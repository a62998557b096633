import type { Expr, NumberExpr } from './expression.ts';
import type { Reader } from './reader.ts';
import type { Token } from './scanner.ts';

/** A number token with the percent sign after it, if any. */
export function readNumberAtom(reader: Reader): Expr {
  const token = reader.next();
  const number = numberFrom(token);
  if (!reader.take('%')) return { ...number, span: reader.span(token.start) };
  reader.flags.add('percent');
  return {
    ...lowest(number.numerator, number.denominator * 100n),
    written: 'percent',
    decimals: 0,
    span: reader.span(token.start),
  };
}

/** The value of the digits: `12`, `3.5`, `0.1(6)`. */
export function numberFrom(token: Pick<Token, 'text' | 'start' | 'end'>): NumberExpr {
  const { text } = token;
  const span = { start: token.start, end: token.end };
  const point = text.indexOf('.');
  if (point < 0)
    return { kind: 'number', numerator: BigInt(text), denominator: 1n, written: 'integer', decimals: 0, span };
  const open = text.indexOf('(');
  const fixed = text.slice(point + 1, open < 0 ? undefined : open);
  const whole = BigInt(text.slice(0, point) + fixed);
  const scale = 10n ** BigInt(fixed.length);
  if (open < 0) return { ...lowest(whole, scale), written: 'decimal', decimals: fixed.length, span };
  const period = text.slice(open + 1, -1);
  const nines = 10n ** BigInt(period.length) - 1n;
  return { ...lowest(whole * nines + BigInt(period), scale * nines), written: 'repeating', decimals: 0, span };
}

function lowest(numerator: bigint, denominator: bigint): Pick<NumberExpr, 'kind' | 'numerator' | 'denominator'> {
  let [a, b] = [numerator, denominator];
  while (b > 0n) [a, b] = [b, a % b];
  return { kind: 'number', numerator: numerator / a, denominator: denominator / a };
}

/** `2\frac12`: a whole number directly followed by a fraction of digits is their sum. */
export function mixedNumber(reader: Reader, whole: Expr, part: Expr): Expr | null {
  if (whole.kind !== 'number' || whole.written !== 'integer' || whole.bracketed) return null;
  if (part.kind !== 'quotient' || part.written !== 'fraction' || part.bracketed) return null;
  const { numerator: top, denominator: bottom } = part;
  if (top.kind !== 'number' || bottom.kind !== 'number' || bottom.numerator === 0n) return null;
  if (top.written !== 'integer' || bottom.written !== 'integer' || top.bracketed || bottom.bracketed) return null;
  reader.flags.add('mixed-number');
  return {
    ...lowest(whole.numerator * bottom.numerator + top.numerator, bottom.numerator),
    written: 'mixed',
    decimals: 0,
    span: reader.span(whole.span.start),
  };
}
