import type { Expr } from './expression.ts';
import { readExponent, readName, readScripts } from './read-arguments.ts';
import { readProduct } from './read-expression.ts';
import {
  atDifferential,
  binding,
  context,
  enclosed,
  expect,
  fail,
  integrating,
  numberOf,
  OUTSIDE,
  span,
  start,
  startsFactor,
  sum,
  takeDifferential,
} from './reader.ts';
import type { Token } from './tokens.ts';

/** An integral up to and with its dx, which may stand anywhere in the integrand. */
export function readIntegral({ start: from }: Token): Expr {
  const [lower, upper] = readScripts(readExponent, readExponent);
  if (!lower !== !upper) fail(`bad-integral ${lower ? '^' : '_'}`);
  const [integrand, variable] = integrating(readIntegrand);
  return { kind: 'integral', integrand, variable, from: lower, to: upper, span: span(from) };
}

function readIntegrand(): Expr {
  const from = start;
  if (atDifferential()) {
    takeDifferential();
    return startsFactor() ? readProduct() : numberOf(span(from), 1n);
  }
  const integrand = sum();
  if (atDifferential()) takeDifferential();
  return integrand;
}

/** `\sum_{k=1}^{n} ..` and `\prod`: what follows up to the next sign belongs to it. */
export function readSeries({ start: from, kind }: Token): Expr {
  let index = '';
  const readStart = () => {
    expect('{', 'bad-series {k=1}');
    return enclosed('}', () => {
      index = readName();
      expect('=', 'bad-series =');
      return sum();
    });
  };
  const [lower, upper] = readScripts(readStart, readExponent);
  if (!lower || !upper) return fail(`bad-series ${lower ? '^' : '_'}`);
  const operation = kind === '∏' ? 'product' : 'sum';
  const body = binding(index, readProduct);
  return { kind: 'series', operation, index, from: lower, to: upper, body, span: span(from) };
}

/** `\lim_{x\to a^+} ..`: what follows up to the next sign belongs to it. */
export function readLimit({ start: from }: Token): Expr {
  expect('_', 'bad-limit _{x\\to 0}');
  expect('{', 'bad-limit _{x\\to 0}');
  let variable = '';
  let side: 'both' | 'left' | 'right' = 'both';
  const readAim = () => {
    variable = readName();
    expect('→', 'bad-limit \\to');
    const aim = sum();
    const found = context.side;
    if (found === 'left' || found === 'right') side = found;
    return aim;
  };
  const to = enclosed('}', readAim, { ...OUTSIDE, side: 'limit' });
  const operand = binding(variable, readProduct);
  return { kind: 'limit', variable, to, side, operand, span: span(from) };
}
========================================================================
Your answer must consist only of the lines from the start of the records above through the line with "const number = numberFrom(token);", each retyped exactly.

Response box:
repository a62998557b096633
import type { Expr, NumberExpr } from './expression.ts';
import type { Reader } from './reader.ts';
import type { Token } from './scanner.ts';

/** A number token with the percent sign after it, if any. */
export function readNumberAtom(reader: Reader): Expr {
  const token = reader.next();
  const number = numberFrom(token);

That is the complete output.